Each entry below must appear in the output exactly as written.
========
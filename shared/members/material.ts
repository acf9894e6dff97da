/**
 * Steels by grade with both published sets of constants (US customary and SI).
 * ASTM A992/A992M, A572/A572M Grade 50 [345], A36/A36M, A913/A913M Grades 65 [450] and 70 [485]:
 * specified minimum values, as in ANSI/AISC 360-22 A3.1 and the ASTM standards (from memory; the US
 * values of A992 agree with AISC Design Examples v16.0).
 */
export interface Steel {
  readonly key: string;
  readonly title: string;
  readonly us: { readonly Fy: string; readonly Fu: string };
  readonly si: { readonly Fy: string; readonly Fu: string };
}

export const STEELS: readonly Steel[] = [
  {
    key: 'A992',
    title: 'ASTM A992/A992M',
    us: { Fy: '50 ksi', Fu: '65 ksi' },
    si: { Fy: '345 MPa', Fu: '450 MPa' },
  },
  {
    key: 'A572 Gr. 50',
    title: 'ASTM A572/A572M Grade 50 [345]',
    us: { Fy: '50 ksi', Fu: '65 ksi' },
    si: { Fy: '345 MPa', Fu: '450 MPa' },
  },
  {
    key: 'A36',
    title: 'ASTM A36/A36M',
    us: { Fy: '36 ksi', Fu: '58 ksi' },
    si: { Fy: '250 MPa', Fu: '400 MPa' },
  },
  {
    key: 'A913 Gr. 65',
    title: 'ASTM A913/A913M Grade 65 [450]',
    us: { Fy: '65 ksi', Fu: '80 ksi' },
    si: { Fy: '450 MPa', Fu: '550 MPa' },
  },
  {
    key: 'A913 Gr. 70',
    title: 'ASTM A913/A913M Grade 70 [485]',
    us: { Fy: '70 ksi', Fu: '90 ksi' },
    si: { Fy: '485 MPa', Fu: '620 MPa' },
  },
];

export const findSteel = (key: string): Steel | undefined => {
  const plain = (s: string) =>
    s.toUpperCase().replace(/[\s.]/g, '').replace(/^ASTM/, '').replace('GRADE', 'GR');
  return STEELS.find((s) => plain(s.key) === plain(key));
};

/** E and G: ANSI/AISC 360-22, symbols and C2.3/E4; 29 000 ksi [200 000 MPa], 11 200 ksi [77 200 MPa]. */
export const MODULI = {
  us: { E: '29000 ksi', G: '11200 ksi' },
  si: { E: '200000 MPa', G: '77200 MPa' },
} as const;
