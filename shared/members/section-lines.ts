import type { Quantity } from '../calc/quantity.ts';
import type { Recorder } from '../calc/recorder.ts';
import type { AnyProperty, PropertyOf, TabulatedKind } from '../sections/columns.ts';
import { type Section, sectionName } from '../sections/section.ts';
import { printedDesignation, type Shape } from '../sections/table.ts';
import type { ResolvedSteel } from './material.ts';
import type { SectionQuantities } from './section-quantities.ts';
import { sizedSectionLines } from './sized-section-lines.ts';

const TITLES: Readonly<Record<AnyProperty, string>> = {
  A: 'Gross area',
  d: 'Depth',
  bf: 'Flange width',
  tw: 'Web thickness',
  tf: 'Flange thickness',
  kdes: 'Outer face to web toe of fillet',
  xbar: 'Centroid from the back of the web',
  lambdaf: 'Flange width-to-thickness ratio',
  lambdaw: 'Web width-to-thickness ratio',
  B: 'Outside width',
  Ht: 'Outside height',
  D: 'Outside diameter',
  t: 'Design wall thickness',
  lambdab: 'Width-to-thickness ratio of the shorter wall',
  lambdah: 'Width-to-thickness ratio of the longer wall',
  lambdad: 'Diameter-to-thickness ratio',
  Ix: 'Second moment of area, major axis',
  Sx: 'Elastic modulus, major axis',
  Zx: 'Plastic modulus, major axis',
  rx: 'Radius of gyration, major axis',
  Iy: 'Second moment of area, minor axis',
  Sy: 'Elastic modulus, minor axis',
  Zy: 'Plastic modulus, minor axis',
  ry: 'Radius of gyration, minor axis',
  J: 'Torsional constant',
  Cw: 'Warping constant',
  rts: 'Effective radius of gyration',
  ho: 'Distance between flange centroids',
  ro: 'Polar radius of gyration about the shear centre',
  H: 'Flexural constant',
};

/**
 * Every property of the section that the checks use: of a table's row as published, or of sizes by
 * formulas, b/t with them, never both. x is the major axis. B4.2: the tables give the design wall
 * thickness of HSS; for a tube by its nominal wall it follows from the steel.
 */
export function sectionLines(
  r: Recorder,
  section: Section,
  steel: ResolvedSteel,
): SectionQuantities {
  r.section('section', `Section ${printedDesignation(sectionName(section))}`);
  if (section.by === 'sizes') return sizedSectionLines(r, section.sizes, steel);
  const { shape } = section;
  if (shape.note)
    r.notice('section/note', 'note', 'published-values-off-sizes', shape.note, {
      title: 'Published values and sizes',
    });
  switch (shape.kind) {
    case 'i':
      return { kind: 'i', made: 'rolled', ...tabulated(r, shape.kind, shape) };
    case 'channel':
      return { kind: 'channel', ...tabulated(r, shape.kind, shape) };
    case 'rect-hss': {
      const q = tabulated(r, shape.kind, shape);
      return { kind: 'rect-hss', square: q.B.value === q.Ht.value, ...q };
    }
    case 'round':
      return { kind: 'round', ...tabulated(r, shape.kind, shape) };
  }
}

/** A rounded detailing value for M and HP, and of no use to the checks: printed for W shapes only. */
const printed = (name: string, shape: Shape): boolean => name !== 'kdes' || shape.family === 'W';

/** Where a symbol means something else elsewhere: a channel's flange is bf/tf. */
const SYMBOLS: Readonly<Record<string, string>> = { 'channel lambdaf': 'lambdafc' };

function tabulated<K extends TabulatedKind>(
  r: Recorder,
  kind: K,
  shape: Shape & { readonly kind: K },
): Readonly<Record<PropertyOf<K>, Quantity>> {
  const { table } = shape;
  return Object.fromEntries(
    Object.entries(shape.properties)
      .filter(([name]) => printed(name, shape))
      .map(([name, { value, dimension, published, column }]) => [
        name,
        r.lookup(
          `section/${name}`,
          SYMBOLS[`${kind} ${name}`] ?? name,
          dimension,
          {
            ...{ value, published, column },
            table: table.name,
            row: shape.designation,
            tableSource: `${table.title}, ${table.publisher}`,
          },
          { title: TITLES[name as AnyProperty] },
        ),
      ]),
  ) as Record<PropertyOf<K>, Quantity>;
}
========
#### [EXERCISE RESULT]
filename shared/members/material.ts
repository acf9894e6dff97da
/**
 * Steels by grade with both published sets of constants (US customary and SI).
 * ASTM A992/A992M, A572/A572M Grade 50 [345], A36/A36M, A913/A913M Grades 65 [450] and 70 [485]:
 * specified minimum values, as in ANSI/AISC 360-22 A3.1 and the ASTM standards (from memory; the US
 * values of A992 agree with AISC Design Examples v16.0).
 */
export interface Steel {
  readonly key: string;
  readonly title: string;
  readonly us: { readonly Fy: string; readonly Fu: string };
  readonly si: { readonly Fy: string; readonly Fu: string };
}

export const STEELS: readonly Steel[] = [
  {
    key: 'A992',
    title: 'ASTM A992/A992M',
    us: { Fy: '50 ksi', Fu: '65 ksi' },
    si: { Fy: '345 MPa', Fu: '450 MPa' },
  },
  {
    key: 'A572 Gr. 50',
    title: 'ASTM A572/A572M Grade 50 [345]',
    us: { Fy: '50 ksi', Fu: '65 ksi' },
    si: { Fy: '345 MPa', Fu: '450 MPa' },
  },
  {
    key: 'A36',
    title: 'ASTM A36/A36M',
    us: { Fy: '36 ksi', Fu: '58 ksi' },
    si: { Fy: '250 MPa', Fu: '400 MPa' },
  },
  {
    key: 'A913 Gr. 65',
    title: 'ASTM A913/A913M Grade 65 [450]',
    us: { Fy: '65 ksi', Fu: '80 ksi' },
    si: { Fy: '450 MPa', Fu: '550 MPa' },
  },
  {
    key: 'A913 Gr. 70',
    title: 'ASTM A913/A913M Grade 70 [485]',
    us: { Fy: '70 ksi', Fu: '90 ksi' },
    si: { Fy: '485 MPa', Fu: '620 MPa' },
  },
];

export const findSteel = (key: string): Steel | undefined => {
  const plain = (s: string) =>
    s.toUpperCase().replace(/[\s.]/g, '').replace(/^ASTM/, '').replace('GRADE', 'GR');
  return STEELS.find((s) => plain(s.key) === plain(key));
};

/** E and G: ANSI/AISC 360-22, symbols and C2.3/E4; 29 000 ksi [200 000 MPa], 11 200 ksi [77 200 MPa]. */
export const MODULI = {
  us: { E: '29000 ksi', G: '11200 ksi' },
  si: { E: '200000 MPa', G: '77200 MPa' },
} as const;
filename shared/members/section-lines.ts
import type { Quantity } from '../calc/quantity.ts';
import type { Recorder } from '../calc/recorder.ts';
import type { AnyProperty, PropertyOf, TabulatedKind } from '../sections/columns.ts';
import { type Section, sectionName } from '../sections/section.ts';
import { printedDesignation, type Shape } from '../sections/table.ts';
import type { ResolvedSteel } from './material.ts';
import type { SectionQuantities } from './section-quantities.ts';
import { sizedSectionLines } from './sized-section-lines.ts';

const TITLES: Readonly<Record<AnyProperty, string>> = {
  A: 'Gross area',
  d: 'Depth',
  bf: 'Flange width',
  tw: 'Web thickness',
  tf: 'Flange thickness',
  kdes: 'Outer face to web toe of fillet',
  xbar: 'Centroid from the back of the web',
  lambdaf: 'Flange width-to-thickness ratio',
  lambdaw: 'Web width-to-thickness ratio',
  B: 'Outside width',
  Ht: 'Outside height',
  D: 'Outside diameter',
  t: 'Design wall thickness',
  lambdab: 'Width-to-thickness ratio of the shorter wall',
  lambdah: 'Width-to-thickness ratio of the longer wall',
  lambdad: 'Diameter-to-thickness ratio',
  Ix: 'Second moment of area, major axis',
  Sx: 'Elastic modulus, major axis',
  Zx: 'Plastic modulus, major axis',
  rx: 'Radius of gyration, major axis',
  Iy: 'Second moment of area, minor axis',
  Sy: 'Elastic modulus, minor axis',
  Zy: 'Plastic modulus, minor axis',
  ry: 'Radius of gyration, minor axis',
  J: 'Torsional constant',
  Cw: 'Warping constant',
  rts: 'Effective radius of gyration',
  ho: 'Distance between flange centroids',
  ro: 'Polar radius of gyration about the shear centre',
  H: 'Flexural constant',
};

/**
 * Every property of the section that the checks use: of a table's row as published, or of sizes by
 * formulas, b/t with them, never both. x is the major axis. B4.2: the tables give the design wall
 * thickness of HSS; for a tube by its nominal wall it follows from the steel.
 */
export function sectionLines(
  r: Recorder,
  section: Section,
  steel: ResolvedSteel,
): SectionQuantities {
  r.section('section', `Section ${printedDesignation(sectionName(section))}`);
  if (section.by === 'sizes') return sizedSectionLines(r, section.sizes, steel);
  const { shape } = section;
  if (shape.note)
    r.notice('section/note', 'note', 'published-values-off-sizes', shape.note, {
      title: 'Published values and sizes',
    });
  switch (shape.kind) {
    case 'i':
      return { kind: 'i', made: 'rolled', ...tabulated(r, shape.kind, shape) };
    case 'channel':
      return { kind: 'channel', ...tabulated(r, shape.kind, shape) };
    case 'rect-hss': {
      const q = tabulated(r, shape.kind, shape);
      return { kind: 'rect-hss', square: q.B.value === q.Ht.value, ...q };
    }
    case 'round':
      return { kind: 'round', ...tabulated(r, shape.kind, shape) };
  }
}

/** A rounded detailing value for M and HP, and of no use to the checks: printed for W shapes only. */
const printed = (name: string, shape: Shape): boolean => name !== 'kdes' || shape.family === 'W';

/** Where a symbol means something else elsewhere: a channel's flange is bf/tf. */
const SYMBOLS: Readonly<Record<string, string>> = { 'channel lambdaf': 'lambdafc' };

function tabulated<K extends TabulatedKind>(
  r: Recorder,
  kind: K,
  shape: Shape & { readonly kind: K },
): Readonly<Record<PropertyOf<K>, Quantity>> {
  const { table } = shape;
  return Object.fromEntries(
    Object.entries(shape.properties)
      .filter(([name]) => printed(name, shape))
      .map(([name, { value, dimension, published, column }]) => [
        name,
        r.lookup(
          `section/${name}`,
          SYMBOLS[`${kind} ${name}`] ?? name,
          dimension,
          {
            ...{ value, published, column },
            table: table.name,
            row: shape.designation,
            tableSource: `${table.title}, ${table.publisher}`,
          },
          { title: TITLES[name as AnyProperty] },
        ),
      ]),
  ) as Record<PropertyOf<K>, Quantity>;
}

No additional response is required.